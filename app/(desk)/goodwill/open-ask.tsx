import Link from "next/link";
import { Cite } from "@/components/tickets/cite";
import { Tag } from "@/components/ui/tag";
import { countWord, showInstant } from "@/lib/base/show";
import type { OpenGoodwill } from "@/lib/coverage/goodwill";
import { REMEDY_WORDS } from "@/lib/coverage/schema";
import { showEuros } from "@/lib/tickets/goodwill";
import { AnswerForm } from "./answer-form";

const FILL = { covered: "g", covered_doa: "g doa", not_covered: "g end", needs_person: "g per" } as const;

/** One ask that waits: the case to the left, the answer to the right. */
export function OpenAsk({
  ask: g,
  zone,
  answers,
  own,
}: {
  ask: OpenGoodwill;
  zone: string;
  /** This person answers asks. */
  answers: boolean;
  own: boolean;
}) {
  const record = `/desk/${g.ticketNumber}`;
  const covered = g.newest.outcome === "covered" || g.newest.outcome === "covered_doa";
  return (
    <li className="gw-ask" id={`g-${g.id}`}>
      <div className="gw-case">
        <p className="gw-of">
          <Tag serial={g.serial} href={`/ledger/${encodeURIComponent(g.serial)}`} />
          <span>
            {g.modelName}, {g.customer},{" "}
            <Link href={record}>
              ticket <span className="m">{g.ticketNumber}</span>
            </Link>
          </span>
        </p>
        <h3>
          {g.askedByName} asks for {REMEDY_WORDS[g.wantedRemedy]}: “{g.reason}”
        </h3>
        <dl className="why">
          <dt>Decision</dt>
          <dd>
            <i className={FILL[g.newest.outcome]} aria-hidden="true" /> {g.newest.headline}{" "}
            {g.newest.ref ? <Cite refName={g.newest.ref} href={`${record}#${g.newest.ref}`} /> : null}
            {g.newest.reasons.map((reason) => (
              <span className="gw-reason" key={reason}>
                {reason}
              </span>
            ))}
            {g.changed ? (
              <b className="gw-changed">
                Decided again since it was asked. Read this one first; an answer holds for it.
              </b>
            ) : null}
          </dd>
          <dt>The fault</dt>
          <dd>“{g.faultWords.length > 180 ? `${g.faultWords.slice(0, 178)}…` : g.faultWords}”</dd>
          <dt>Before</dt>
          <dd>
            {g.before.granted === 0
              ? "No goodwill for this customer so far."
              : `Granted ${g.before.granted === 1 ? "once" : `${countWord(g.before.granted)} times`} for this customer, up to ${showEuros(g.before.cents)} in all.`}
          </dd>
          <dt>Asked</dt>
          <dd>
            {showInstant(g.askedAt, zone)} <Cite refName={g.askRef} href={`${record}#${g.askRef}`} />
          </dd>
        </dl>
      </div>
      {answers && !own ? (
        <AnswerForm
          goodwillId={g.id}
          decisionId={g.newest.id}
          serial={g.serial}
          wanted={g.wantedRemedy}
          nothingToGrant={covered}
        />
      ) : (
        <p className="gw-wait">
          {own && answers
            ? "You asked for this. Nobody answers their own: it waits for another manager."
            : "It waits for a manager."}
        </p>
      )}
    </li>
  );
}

...

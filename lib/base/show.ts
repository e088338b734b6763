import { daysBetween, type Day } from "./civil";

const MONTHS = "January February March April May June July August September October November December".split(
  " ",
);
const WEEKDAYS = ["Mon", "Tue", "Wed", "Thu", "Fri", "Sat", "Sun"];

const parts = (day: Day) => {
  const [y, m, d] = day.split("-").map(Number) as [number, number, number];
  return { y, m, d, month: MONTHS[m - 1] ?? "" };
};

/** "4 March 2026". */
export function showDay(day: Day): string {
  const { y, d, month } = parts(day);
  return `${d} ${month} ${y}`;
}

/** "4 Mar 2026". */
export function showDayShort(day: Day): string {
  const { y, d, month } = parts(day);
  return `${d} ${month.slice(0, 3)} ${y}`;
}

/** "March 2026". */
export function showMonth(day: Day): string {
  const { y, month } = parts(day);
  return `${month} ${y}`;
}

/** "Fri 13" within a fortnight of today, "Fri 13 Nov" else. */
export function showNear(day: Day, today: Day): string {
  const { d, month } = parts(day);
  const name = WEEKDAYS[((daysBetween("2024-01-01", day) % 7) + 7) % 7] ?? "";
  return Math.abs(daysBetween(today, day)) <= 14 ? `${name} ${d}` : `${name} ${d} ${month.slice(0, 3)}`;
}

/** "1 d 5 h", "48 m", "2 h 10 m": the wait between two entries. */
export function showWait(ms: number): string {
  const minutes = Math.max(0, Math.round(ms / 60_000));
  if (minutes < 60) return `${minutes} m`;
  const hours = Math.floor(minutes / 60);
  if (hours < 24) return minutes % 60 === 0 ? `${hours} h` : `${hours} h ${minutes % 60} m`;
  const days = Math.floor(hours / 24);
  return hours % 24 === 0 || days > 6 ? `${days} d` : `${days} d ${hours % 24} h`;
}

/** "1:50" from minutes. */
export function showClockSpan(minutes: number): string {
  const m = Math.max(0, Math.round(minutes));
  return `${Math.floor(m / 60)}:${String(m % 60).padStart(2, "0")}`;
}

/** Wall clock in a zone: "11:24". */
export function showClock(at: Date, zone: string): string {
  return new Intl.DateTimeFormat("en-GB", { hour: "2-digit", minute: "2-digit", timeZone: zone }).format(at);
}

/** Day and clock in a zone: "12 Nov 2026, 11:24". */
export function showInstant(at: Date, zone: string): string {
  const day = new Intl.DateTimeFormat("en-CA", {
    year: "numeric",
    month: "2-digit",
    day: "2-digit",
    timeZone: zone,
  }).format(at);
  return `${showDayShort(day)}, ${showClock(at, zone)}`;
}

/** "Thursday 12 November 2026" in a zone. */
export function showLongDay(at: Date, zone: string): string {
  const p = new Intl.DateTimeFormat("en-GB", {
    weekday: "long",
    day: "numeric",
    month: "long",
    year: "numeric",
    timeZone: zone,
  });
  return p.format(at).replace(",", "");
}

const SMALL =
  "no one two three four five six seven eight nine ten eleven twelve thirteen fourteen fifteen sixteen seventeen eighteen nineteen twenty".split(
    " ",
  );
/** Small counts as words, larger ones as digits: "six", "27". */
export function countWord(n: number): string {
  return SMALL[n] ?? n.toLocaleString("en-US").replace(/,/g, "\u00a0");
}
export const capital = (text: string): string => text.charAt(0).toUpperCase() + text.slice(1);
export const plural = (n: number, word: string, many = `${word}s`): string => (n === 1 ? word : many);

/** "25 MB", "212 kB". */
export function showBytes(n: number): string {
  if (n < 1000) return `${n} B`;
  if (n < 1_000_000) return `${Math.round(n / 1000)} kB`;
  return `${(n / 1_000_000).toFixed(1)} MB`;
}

● HOW TO COMPLETE THIS TASK:
Go through the records and pull out each line that includes the word "manager".

● FINISHED EXERCISE:
            ? "You asked for this. Nobody answers their own: it waits for another manager."
            : "It waits for a manager."}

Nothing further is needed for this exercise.